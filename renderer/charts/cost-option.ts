import type { LineSeriesOption } from 'echarts/charts'
import { FONT } from '../tokens.ts'
import type { ChartColours, LineLook } from './chart-colours.ts'
import type { CoverageOption } from './coverage-option.ts'
import type { Plot, Size, Span, Window } from './plot-geometry.ts'
import { stepCurve } from './step-curve.ts'

export const COST_LINES = ['total', 'test', 'escapes'] as const

/** What a year costs: test, escapes, and both together. */
export type CostLine = (typeof COST_LINES)[number]

/** A cost a year at every number of patterns, length patterns + 1. */
export type CostCurves = Readonly<Record<CostLine, Float64Array>>

const MARGINS = { left: 78, right: 118, top: 24, bottom: 44 } as const

export function costPlot({ width, height }: Size): Plot {
  return {
    left: MARGINS.left,
    right: Math.max(MARGINS.left + 1, width - MARGINS.right),
    top: MARGINS.top,
    bottom: Math.max(MARGINS.top + 1, height - MARGINS.bottom),
  }
}

/** How far the picture goes on behind the last pattern with a gain, where sums rise again. */
const BEHIND = 1.15

/**
 * Returns the part of the curves to be seen: all patterns with a gain and some more, and sums up to three times the least.
 * The first patterns let nearly all defects through; their sums would press the rest flat.
 */
export function costWindow({ total }: CostCurves, chosen: number, cut: number): Window {
  const last = Math.max(1, Math.min(total.length - 1, Math.ceil(BEHIND * chosen)), cut)
  let [least, most] = [Infinity, 0]
  for (let k = 0; k <= last; k++) {
    least = Math.min(least, total[k] ?? Infinity)
    most = Math.max(most, total[k] ?? 0)
  }
  const high = Math.min(most, 3 * least)
  return { x: { from: 0, to: last }, y: { from: 0, to: high > 0 ? high * 1.05 : 1 } }
}

export function costLook(name: CostLine, { series }: ChartColours): LineLook {
  switch (name) {
    case 'total':
      return { colour: series[0], dash: [], width: 2.4 }
    case 'test':
      return { colour: series[3], dash: [10, 3, 2, 3], width: 2 }
    case 'escapes':
      return { colour: series[2], dash: [2, 3], width: 2 }
  }
}

/** Returns what ECharts draws: three curves over gridlines. The cut lies in a layer of its own above. */
export function costOption(
  curves: CostCurves,
  view: Window,
  size: Size,
  ticks: readonly number[],
  colours: ChartColours,
): CoverageOption {
  const plot = costPlot(size)
  const width = plot.right - plot.left
  return {
    animation: false,
    grid: {
      left: plot.left,
      top: plot.top,
      width,
      height: plot.bottom - plot.top,
      show: true,
      backgroundColor: colours.inside,
      borderWidth: 0,
    },
    xAxis: {
      type: 'value',
      min: view.x.from,
      max: view.x.to,
      splitLine: { show: false },
      axisLine: { lineStyle: { color: colours.lineStrong } },
      axisLabel: { show: false },
      axisTick: { show: false },
    },
    yAxis: {
      type: 'value',
      min: view.y.from,
      max: view.y.to,
      axisTick: { show: false, customValues: [...ticks] },
      axisLabel: { show: false, customValues: [...ticks], fontFamily: FONT },
      splitLine: { lineStyle: { color: colours.line, width: 1 } },
    },
    series: COST_LINES.map((name) => lineOf(name, curves[name], view.x, width, colours)),
  }
}

function lineOf(
  name: CostLine,
  values: Float64Array,
  span: Span,
  width: number,
  colours: ChartColours,
): LineSeriesOption {
  const { colour, dash, width: lineWidth } = costLook(name, colours)
  return {
    type: 'line',
    silent: true,
    showSymbol: false,
    clip: true,
    id: name,
    lineStyle: { color: colour, width: lineWidth, type: dash.length === 0 ? 'solid' : [...dash] },
    data: stepCurve(numbersTo(values.length), values, 1, span, width),
  }
}

const numbers = new Map<number, Float64Array>()

function numbersTo(length: number): Float64Array {
  const known = numbers.get(length)
  if (known) return known
  const column = Float64Array.from({ length }, (_, at) => at)
  numbers.clear()
  numbers.set(length, column)
  return column
}
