import { GateKind } from '../../circuit/circuit.ts'
import { IntList } from '../../circuit/int-list.ts'
import { closestName } from '../../source/closest-name.ts'
import type { DiagnosticCode } from '../../source/diagnostic.ts'
import { quoted, type FindingList } from '../../source/finding-list.ts'
import type { ReadingProgress } from '../../source/reading-progress.ts'
import type { Source } from '../../source/source.ts'
import { wordOf, type Word } from './keywords.ts'
import { Sign, Token, VerilogLexer } from './lexer.ts'
import type { NameTable } from './name-table.ts'
import { ConstantBit, Operation, ParsedModule, PORT_FLAGS, SignalFlag } from './parsed-module.ts'

const MAX_WIDTH = 1 << 16
const MAX_BITS = 1 << 28
const MAX_NESTING = 400
const PROGRESS_STEP = 4_000_000

const GATES: Partial<Record<Word, GateKind>> = {
  and: GateKind.And,
  nand: GateKind.Nand,
  or: GateKind.Or,
  nor: GateKind.Nor,
  xor: GateKind.Xor,
  xnor: GateKind.Xnor,
  buf: GateKind.Buffer,
  not: GateKind.Not,
}

/** Three-state gates, with their flags of Operation.ThreeState. */
const THREE_STATE: Partial<Record<Word, number>> = { bufif1: 0, bufif0: 1, notif1: 2, notif0: 3 }

const NET_TYPES: ReadonlySet<Word> = new Set(['wire', 'tri', 'supply0', 'supply1', 'reg', 'trireg', 'uwire'])
const WIRED_TYPES: ReadonlySet<Word> = new Set(['wand', 'wor', 'triand', 'trior', 'tri0', 'tri1'])

const UNSUPPORTED_SWITCHES: ReadonlySet<Word> = new Set([
  'cmos', 'rcmos', 'rnmos', 'rpmos', 'tran', 'rtran', 'tranif0', 'tranif1', 'rtranif0', 'rtranif1', 'pullup', 'pulldown',
]) // prettier-ignore
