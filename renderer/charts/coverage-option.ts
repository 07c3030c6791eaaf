import type { LineSeriesOption } from 'echarts/charts'
import type { GridComponentOption } from 'echarts/components'
import type { ComposeOption } from 'echarts/core'
import { type ChartColours, type LineName, lineLook } from './chart-colours.ts'
import { niceTicks } from './nice-ticks.ts'
import { plotOf, type Size, type Window } from './plot-geometry.ts'
import { type Point, stepCurve } from './step-curve.ts'

export type CoverageOption = ComposeOption<LineSeriesOption | GridComponentOption>

/** A curve at every number of patterns: where it stands along the axis and what it detects there. */
export type Curve = {
  readonly name: LineName
  readonly xs: Float64Array
  readonly ys: Float64Array
}

export type CoverageScene = {
  readonly size: Size
  readonly window: Window
  /** What all faults weigh: the curves are divided by it. */
  readonly total: number
  readonly curves: readonly Curve[]
  /** No choice of these patterns lies above it; null while it is not known or hidden. */
  readonly ceiling: Curve | null
  /** The last place along the axis and the least coverage that keep every limit; null where there is no such limit. */
  readonly inside: { readonly x: number | null; readonly y: number | null }
  readonly colours: ChartColours
}

/**
 * Returns what ECharts draws: the area inside all limits, the hatch above the ceiling, gridlines and curves. Whatever
 * depends on the cut lies in a layer of its own above, so that a moving cut never draws a curve again.
 */
export function coverageOption(scene: CoverageScene): CoverageOption {
  const { size, window, colours } = scene
  const plot = plotOf(size)
  const ticks = niceTicks(window.y.from, window.y.to, 6)
  return {
    animation: false,
    grid: {
      left: plot.left,
      top: plot.top,
      width: plot.right - plot.left,
      height: plot.bottom - plot.top,
      show: true,
      backgroundColor: colours.ground,
      borderWidth: 0,
    },
    xAxis: { type: 'value', show: false, min: window.x.from, max: window.x.to },
    yAxis: {
      type: 'value',
      min: window.y.from,
      max: window.y.to,
      // Areas lie under the gridlines, curves above.
      z: 4,
      axisLine: { show: false },
      axisTick: { show: false, customValues: ticks },
      axisLabel: { show: false, customValues: ticks },
      splitLine: { lineStyle: { color: colours.line, width: 1 } },
    },
    series: [...areas(scene, plot.right - plot.left), ...lines(scene, plot.right - plot.left)],
  }
}

const QUIET = { type: 'line', silent: true, showSymbol: false, clip: true } as const

function areas(
  { window, inside, ceiling, total, colours }: CoverageScene,
  width: number,
): LineSeriesOption[] {
  const right = inside.x === null ? window.x.to : Math.min(inside.x, window.x.to)
  const bottom = inside.y ?? window.y.from
  const hasInside = (inside.x !== null || inside.y !== null) && right > window.x.from && bottom < window.y.to
  const insideArea: LineSeriesOption = {
    ...QUIET,
    id: 'inside',
    z: 2,
    lineStyle: { width: 0 },
    areaStyle: { color: colours.inside, opacity: 1, origin: Math.max(bottom, window.y.from) },
    data: hasInside
      ? [
          [window.x.from, window.y.to],
          [right, window.y.to],
        ]
      : [],
  }
  const above: LineSeriesOption = {
    ...QUIET,
    id: 'above the ceiling',
    z: 3,
    lineStyle: { width: 0 },
    areaStyle: { color: hatch(colours.hatch), opacity: 1, origin: 'end' },
    data: ceiling === null ? [] : within(stepCurve(ceiling.xs, ceiling.ys, total, window.x, width), window),
  }
  return [insideArea, above]
}

function lines(
  { curves, ceiling, total, window, colours }: CoverageScene,
  width: number,
): LineSeriesOption[] {
  const all = ceiling === null ? curves : [ceiling, ...curves]
  return all.map(({ name, xs, ys }) => {
    const { colour, dash, width: lineWidth } = lineLook(name, colours)
    return {
      ...QUIET,
      id: name,
      z: 5,
      lineStyle: {
        color: colour,
        width: lineWidth,
        type: dash.length === 0 ? 'solid' : [...dash],
        cap: name === 'ceiling' ? 'round' : 'butt',
        join: 'round',
      },
      data: stepCurve(xs, ys, total, window.x, width),
    }
  })
}

/** The hatch ends at the top of the plot also where the curve has left it. */
function within(points: readonly Point[], { y }: Window): Point[] {
  return points.map(([x, coverage]) => [x, Math.min(coverage, y.to)])
}

/** A tile of slanted lines; ECharts takes it where its types know of colours alone. */
function hatch(colour: string): string {
  const stroke = { d: 'M-1 1L1 -1M0 6L6 0M5 7L7 5', stroke: colour, 'stroke-width': 1.1, fill: 'none' }
  return { svgElement: { tag: 'path', attrs: stroke }, svgWidth: 6, svgHeight: 6 } as unknown as string
}
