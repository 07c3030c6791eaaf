export { patternsPerBlock } from './plane'
export { attach, layoutVersion } from './memory'
export { evaluateGood } from './good'
export { beginBlock, simulateRegions, simulateTaps } from './regions'
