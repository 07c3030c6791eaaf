/** Where the tables lie: byte addresses, read once from the headers that the packer writes. */

/** Grows with every change of tables or headers, so that a driver refuses a kernel of another build. */
const LAYOUT_VERSION: u32 = 4

export function layoutVersion(): u32 {
  return LAYOUT_VERSION
}

export let nNets: u32 = 0
export let nRegions: u32 = 0
export let nTaps: u32 = 0
export let nConstants: u32 = 0
export let nInputRows: u32 = 0
export let nResponseRows: u32 = 0
export let nWatches: u32 = 0
/** Bytes of one row of the pattern planes, and of one row of the detection matrix. */
export let rowBytes: u32 = 0
/** 1 where a source of X drives a net that matters, so that every block is three-valued. */
export let unknownDrivers: u32 = 0

export let gates: usize = 0
export let inputs: usize = 0
export let sites: usize = 0
export let pins: usize = 0
export let pinClasses: usize = 0
export let fanouts: usize = 0
export let watchSlots: usize = 0
export let watchRowStart: usize = 0
export let watchRows: usize = 0
export let regions: usize = 0
export let taps: usize = 0
export let masks: usize = 0
export let constants: usize = 0
export let inputSlots: usize = 0
/** Pattern planes, row-major; 0 where the set has none of that kind. */
export let patternValues: usize = 0
export let patternUnknowns: usize = 0
export let patternObserved: usize = 0
/** One row: the patterns that count for coverage. */
export let counted: usize = 0
/** Which pattern detects which class, a row of patterns a row of the matrix; 0 where not asked for. */
export let matrix: usize = 0
/** The matrix row of each class. */
export let matrixRows: usize = 0

export let values: usize = 0
export let observability: usize = 0
export let effects: usize = 0
export let known: usize = 0
export let knownPass: usize = 0
export let settled: usize = 0
export let queue: usize = 0
export let summary: usize = 0
export let undo: usize = 0
export let candidates: usize = 0
export let watchMasks: usize = 0
export let rowMasks: usize = 0
export let valid: usize = 0
export let scratch: usize = 0
export let first: usize = 0
export let detections: usize = 0
export let possibly: usize = 0
/** What one block detects, in the order in which it is found; 0 where not asked for. */
export let hardClasses: usize = 0
export let hardPlanes: usize = 0
export let easyClasses: usize = 0
export let easyCounts: usize = 0

/** Points the tables at one circuit's memory and at one thread's own part of it. */
export function attach(shared: usize, own: usize): void {
  nNets = load<u32>(shared, 0)
  nRegions = load<u32>(shared, 4)
  nTaps = load<u32>(shared, 8)
  nConstants = load<u32>(shared, 12)
  nInputRows = load<u32>(shared, 16)
  nResponseRows = load<u32>(shared, 20)
  nWatches = load<u32>(shared, 24)
  rowBytes = load<u32>(shared, 28)
  unknownDrivers = load<u32>(shared, 32)
  gates = load<u32>(shared, 36)
  inputs = load<u32>(shared, 40)
  sites = load<u32>(shared, 44)
  pins = load<u32>(shared, 48)
  pinClasses = load<u32>(shared, 52)
  fanouts = load<u32>(shared, 56)
  watchSlots = load<u32>(shared, 60)
  watchRowStart = load<u32>(shared, 64)
  watchRows = load<u32>(shared, 68)
  regions = load<u32>(shared, 72)
  taps = load<u32>(shared, 76)
  masks = load<u32>(shared, 80)
  constants = load<u32>(shared, 84)
  inputSlots = load<u32>(shared, 88)
  patternValues = load<u32>(shared, 92)
  patternUnknowns = load<u32>(shared, 96)
  patternObserved = load<u32>(shared, 100)
  counted = load<u32>(shared, 104)
  matrix = load<u32>(shared, 108)
  matrixRows = load<u32>(shared, 112)

  values = load<u32>(own, 0)
  observability = load<u32>(own, 4)
  effects = load<u32>(own, 8)
  known = load<u32>(own, 12)
  knownPass = load<u32>(own, 16)
  settled = load<u32>(own, 20)
  queue = load<u32>(own, 24)
  summary = load<u32>(own, 28)
  undo = load<u32>(own, 32)
  candidates = load<u32>(own, 36)
  watchMasks = load<u32>(own, 40)
  rowMasks = load<u32>(own, 44)
  valid = load<u32>(own, 48)
  scratch = load<u32>(own, 52)
  first = load<u32>(own, 56)
  detections = load<u32>(own, 60)
  possibly = load<u32>(own, 64)
  hardClasses = load<u32>(own, 68)
  hardPlanes = load<u32>(own, 72)
  easyClasses = load<u32>(own, 76)
  easyCounts = load<u32>(own, 80)
}
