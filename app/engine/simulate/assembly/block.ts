import {
  constants,
  counted,
  inputSlots,
  nConstants,
  nInputRows,
  nResponseRows,
  nWatches,
  patternObserved,
  patternUnknowns,
  patternValues,
  rowBytes,
  rowMasks,
  unknownDrivers,
  valid,
  values,
  watchMasks,
  watchRowStart,
  watchRows,
} from './memory'
import { PLANE_BYTES, PLANE_SHIFT, add, clear, copy, none, Wide } from './plane'
import { evaluateGoodTwoValued } from './two-valued-gates'
import { evaluateGoodThreeValued } from './three-valued-gates'

const NO_SLOT: u32 = 0xffffffff

/** Detections at which a class is no longer simulated; 0: all are counted. */
export let limit: u32 = 0
/** The number of the block's first pattern, and of the first pattern of the range in use. */
export let blockStart: u32 = 0
export let rangeStart: u32 = 0
/** Counts ranges in use, so that what was found out in one is not mistaken for the next one's. */
export let pass: u32 = 0
/** True where the block has an X. */
export let threeValued: bool = false
/** True where the range in use lies within the first 128 patterns of the block. */
export let narrow: bool = false

let column: usize = 0

/** Loads a block of patterns. Values of gates are those of an earlier block until they are evaluated. */
export function loadBlock(block: u32, detectionLimit: u32): void {
  limit = detectionLimit
  blockStart = block * ((<u32>PLANE_BYTES) << 3)
  column = <usize>block << PLANE_SHIFT
  threeValued = unknownDrivers != 0 || hasUnknown()
  loadConstants()
  loadInputs()
  if (patternObserved != 0) loadMasks()
}

/** Computes the fault-free values of nets `from` to `to` − 1; those of all earlier ones must have been computed. */
export function evaluateGood(from: u32, to: u32): void {
  if (threeValued) evaluateGoodThreeValued(from, to)
  else evaluateGoodTwoValued(from, to)
}

/** Restricts what is simulated to patterns `from` to `to` − 1 of the block. */
export function usePatterns(from: u32, to: u32): void {
  rangeStart = blockStart + from
  pass++
  narrow = to <= 128
  for (let word: u32 = 0; word < <u32>PLANE_BYTES >> 3; word++) {
    const start = <i32>from - <i32>(word << 6)
    const end = <i32>to - <i32>(word << 6)
    let bits: u64 = end >= 64 ? ~(<u64>0) : end <= 0 ? 0 : ((<u64>1) << end) - 1
    if (start > 0) bits = start >= 64 ? 0 : bits & ~(((<u64>1) << start) - 1)
    store<u64>(valid + (word << 3), bits & load<u64>(counted + column + (word << 3)))
  }
}

function hasUnknown(): bool {
  if (patternUnknowns == 0) return false
  let any = none()
  let row = patternUnknowns + column
  for (let at: u32 = 0; at < nInputRows; at++, row += rowBytes) {
    for (let lane = 0; lane < PLANE_BYTES; lane += 16) any = v128.or(any, v128.load(row + lane))
  }
  return v128.any_true(any)
}

function loadConstants(): void {
  for (let at: u32 = 0; at < nConstants; at++) {
    const entry = constants + (<usize>at << 3)
    const one = i64x2.splat(-<i64>(load<u32>(entry, 4) & 1))
    const zero = i64x2.splat(-<i64>((load<u32>(entry, 4) >> 1) & 1))
    const to = values + (<usize>load<u32>(entry) << (PLANE_SHIFT + i32(threeValued)))
    for (let lane = 0; lane < PLANE_BYTES; lane += 16) {
      v128.store(to + lane, one)
      if (threeValued) v128.store(to + PLANE_BYTES + lane, zero)
    }
  }
}

function loadInputs(): void {
  let row = patternValues + column
  let unknownRow = patternUnknowns + column
  for (let at: u32 = 0; at < nInputRows; at++, row += rowBytes, unknownRow += rowBytes) {
    const slot = load<u32>(inputSlots + (<usize>at << 2))
    if (slot == NO_SLOT) continue
    if (!threeValued) {
      copy<Wide>(values + (<usize>slot << PLANE_SHIFT), row)
      continue
    }
    const to = values + (<usize>slot << (PLANE_SHIFT + 1))
    for (let lane = 0; lane < PLANE_BYTES; lane += 16) {
      const value = v128.load(row + lane)
      const unknown = patternUnknowns == 0 ? none() : v128.load(unknownRow + lane)
      v128.store(to + lane, v128.andnot(value, unknown))
      v128.store(to + PLANE_BYTES + lane, v128.not(v128.or(value, unknown)))
    }
  }
}

/** Loads what each response row observes in this block, and gathers it for nets that several rows observe. */
function loadMasks(): void {
  let row = patternObserved + column
  for (let at: u32 = 0; at < nResponseRows; at++, row += rowBytes) copy<Wide>(rowMasks + (<usize>at << PLANE_SHIFT), row)
  for (let watch: u32 = 0; watch < nWatches; watch++) {
    const to = watchMasks + (<usize>watch << PLANE_SHIFT)
    clear<Wide>(to)
    const end = load<u32>(watchRowStart + (<usize>watch << 2), 4)
    for (let at = load<u32>(watchRowStart + (<usize>watch << 2)); at < end; at++) {
      const mask = rowMasks + (<usize>load<u32>(watchRows + (<usize>at << 2)) << PLANE_SHIFT)
      add<Wide>(to, mask)
    }
  }
}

Task instructions —
Every line above from the line with "left it. */" to the line with "d: 'M-1 1L1" is wanted, ends included; write them out exactly and add no other line.

Solution to the problem —
/** The hatch ends at the top of the plot also where the curve has left it. */
function within(points: readonly Point[], { y }: Window): Point[] {
  return points.map(([x, coverage]) => [x, Math.min(coverage, y.to)])
}

/** A tile of slanted lines; ECharts takes it where its types know of colours alone. */
function hatch(colour: string): string {
  const stroke = { d: 'M-1 1L1 -1M0 6L6 0M5 7L7 5', stroke: colour, 'stroke-width': 1.1, fill: 'none' }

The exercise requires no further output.